The Book of The Dead is heading towards its climax – it seems Diogenes is planning his big crime at the grand opening of the Tomb of Senef which is also being broadcast so that the exposure to his crime will be tenfold; and apparently it all relates back to a terrifying experience from his childhood. 

I actually feel like I have been bogged down by these two books, I haven’t ticked anything off the list for a little while so I hope to remedy this next week with some exciting reads lined up.  BUT I am enjoying Book of the Dead, it’s easy to read at the end of the day…….. I just seem to have trouble finding the actual time to read it!

Lemming is on the Teev in a minute and I remember that it got really good reviews but it wasn’t on general cinema release so I didn’t get to see it, so will sign off for now.

Thursday, August 19, 2010

Mousing Around, by Coincidence!

Well I paid the price for having a break from the office yesterday to attend the QHA 125th Anniversary Luncheon at the Hilton.  I was absolutely flat out all day.  Too busy in fact to even attempt listening to Harry Potter.

Mr Y is becoming most unusual and intriguing.  It’s very sexually orientated, but  it also dips into Quantum Physics, Wave Theory, religion and drugs.

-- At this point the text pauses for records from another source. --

import { and, desc, eq, lte, sql } from 'drizzle-orm';
import type { Db, DbOrTx } from '@/db/client';
import { schemeRules } from '@/db/schema';
import type { Actor } from '@/lib/auth/actor';
import { assertCan } from '@/lib/auth/session';
import { recordAudit } from '@/lib/audit/record';
import { invalidInput } from '@/lib/errors';
import { publishRulesSchema, rulesErrorMap } from '@/lib/intake/rules-input';

export type RulesVersion = typeof schemeRules.$inferSelect;

/** The version in force at a moment: the latest that took effect at or before it. */
export async function rulesInForce(db: DbOrTx, at: Date = new Date()): Promise<RulesVersion | null> {
  const [row] = await db
    .select()
    .from(schemeRules)
    .where(lte(schemeRules.effectiveFrom, at))
    .orderBy(desc(schemeRules.effectiveFrom), desc(schemeRules.version))
    .limit(1);
  return row ?? null;
}

// A published version is never edited (publishRulesVersion only adds), so a version read once can be
// kept for the life of the process: every transition of a case asks for the same one.
const versionsById = new Map<string, RulesVersion>();

export async function rulesVersion(db: DbOrTx, id: string): Promise<RulesVersion | null> {
  const known = versionsById.get(id);
  if (known) return known;
  const [row] = await db.select().from(schemeRules).where(and(eq(schemeRules.id, id))).limit(1);
  if (row) versionsById.set(id, row);
  return row ?? null;
}

export async function listRulesVersions(db: DbOrTx): Promise<RulesVersion[]> {
  return db.select().from(schemeRules).orderBy(desc(schemeRules.version));
}

const RULES_VERSION_LOCK = 0x43535256; // "CSRV": one publisher at a time picks the next version number

/**
 * Publishes a new version of the scheme's rules, in force from `effectiveFrom`. Earlier versions are
 * never edited, so every intake result and case keeps the rules it was made under.
 */
export async function publishRulesVersion(db: Db, actor: Actor, rawInput: unknown, context: { origin?: string; now?: Date } = {}) {
  assertCan(actor, 'rules', 'edit');
  const parsed = publishRulesSchema.safeParse(rawInput, { error: rulesErrorMap });
  if (!parsed.success) throw invalidInput(parsed.error);
  const input = parsed.data;
  return db.transaction(async (tx) => {
    await tx.execute(sql`select pg_advisory_xact_lock(${RULES_VERSION_LOCK})`);
    const [{ next }] = await tx.select({ next: sql<number>`coalesce(max(${schemeRules.version}), 0) + 1` }).from(schemeRules);
    const [row] = await tx
      .insert(schemeRules)
      .values({ version: Number(next), effectiveFrom: input.effectiveFrom, rules: input.rules, note: input.note, createdBy: actor.userId })
      .returning();
    await recordAudit(tx, { actorUserId: actor.userId, actorOrganisationId: actor.organisationId, origin: context.origin, at: context.now }, {
      action: 'rules.version_created',
      objectType: 'scheme_rules',
      objectId: row.id,
      change: { version: row.version, effectiveFrom: row.effectiveFrom.toISOString() },
    });
    return row;
  });
}
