import type { Metadata } from 'next';
import { getDb } from '@/db/client';
import { requirePermission } from '@/lib/auth/session';
import { listOrganisations, listPeople } from '@/lib/dal/admin';
import { listInvitations } from '@/lib/dal/invitations';
import { roleLabels, isRole } from '@/lib/auth/permissions';
import { Card, PageHeader, EmptyState } from '@/components/ui/card';
import { Badge } from '@/components/ui/status';
import { InviteForm } from '@/components/admin/invite-form';
import { RevokeInvitationButton } from '@/components/admin/revoke-invitation-button';
import { formatDateTime } from '@/lib/format/dates';
import { inviteAction, revokeInvitationAction } from './actions';

export const metadata: Metadata = { title: 'People' };

export default async function PeoplePage() {
  const actor = await requirePermission('invitation', 'create');
  const db = getDb();
  const [people, organisations, invitations] = await Promise.all([listPeople(db, actor), listOrganisations(db, actor), listInvitations(db, actor)]);
  const now = Date.now();
  return (
    <>
      <PageHeader title="People and invitations" eyebrow="Administration" />
      <div className="grid gap-6">
        <Card title="Invite someone">
          <p className="mb-4 text-sm text-brine">There is no open sign-up. The invited person receives a link, valid for 7 days, to choose a password.</p>
          <InviteForm organisations={organisations} action={inviteAction} />
        </Card>
        <Card title="Invitations">
          {invitations.length === 0 ? (
            <EmptyState title="No invitations sent yet" />
          ) : (
            <table className="w-full text-sm">
              <thead>
                <tr className="border-b border-line text-left text-brine">
                  <th scope="col" className="py-2 pr-3">Person</th>
                  <th scope="col" className="py-2 pr-3">Role · organisation</th>
                  <th scope="col" className="py-2 pr-3">State</th>
                  <th scope="col" className="py-2" />
                </tr>
              </thead>
              <tbody>
                {invitations.map((i) => {
                  const open = !i.acceptedAt && !i.revokedAt && i.expiresAt.getTime() > now;
                  return (
                    <tr key={i.id} className="border-b border-line/60">
                      <td className="py-2 pr-3">
                        {i.name}
                        <span className="block text-xs text-brine">{i.email}</span>
                      </td>
                      <td className="py-2 pr-3">
                        {isRole(i.role) ? roleLabels[i.role] : i.role} · {i.organisationName}
                      </td>
                      <td className="py-2 pr-3">
                        {i.acceptedAt ? <Badge tone="success">Accepted</Badge> : i.revokedAt ? <Badge tone="neutral">Revoked</Badge> : open ? <Badge tone="action">Open until {formatDateTime(i.expiresAt)}</Badge> : <Badge tone="warning">Expired</Badge>}
                      </td>
                      <td className="py-2">{open ? <RevokeInvitationButton invitationId={i.id} action={revokeInvitationAction} /> : null}</td>
                    </tr>
                  );
                })}
              </tbody>
            </table>
          )}
        </Card>
        <Card title={`People (${people.length})`}>
          <table className="w-full text-sm">
            <thead>
              <tr className="border-b border-line text-left text-brine">
                <th scope="col" className="py-2 pr-3">Name</th>
                <th scope="col" className="py-2 pr-3">E-mail</th>
                <th scope="col" className="py-2 pr-3">Role</th>
                <th scope="col" className="py-2">Organisation</th>
              </tr>
            </thead>
            <tbody>
              {people.map((p) => (
                <tr key={p.id} className="border-b border-line/60">
                  <td className="py-2 pr-3 font-bold">{p.name}</td>
                  <td className="py-2 pr-3">{p.email}</td>
                  <td className="py-2 pr-3">{isRole(p.role) ? roleLabels[p.role] : p.role}</td>
                  <td className="py-2">{p.organisationName}</td>
                </tr>
              ))}
            </tbody>
          </table>
        </Card>
      </div>
    </>
  );
}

Ariel finds the missing page from the book whilst packing away her mentor’s office.  It flutters out of a book that he’d told her to forget using for her thesis indicating he was actually giving her a clue.  The page contains the recipe for the elixir and after some research into the archaic instructions, homeopathic remedies and some trial and error Ariel finds herself in the ‘Troposphere’.  Her first experience is quite frightening as she finds herself sharing the mind of a mouse that has become caught in a Perspex trap.  The mouse is terrified and thinks of her nest.  Later Ariel finds herself in the mind of a cat that is ready to kill a mouse.  She is able to interfere and confuse the cat giving the mouse enough time to disappear.  She loves the feeling when the cat gives up and leaps up onto a wall.  When Ariel 'comes too', she thinks that she has been dreaming but when she goes into her kitchen she notices one of her humane mouse traps contains a victim and she remembers how it felt to be so frightened that she sets it free then and there. Their eyes meet for a couple of minutes and there is a spark of recognition before the mouse scurries away.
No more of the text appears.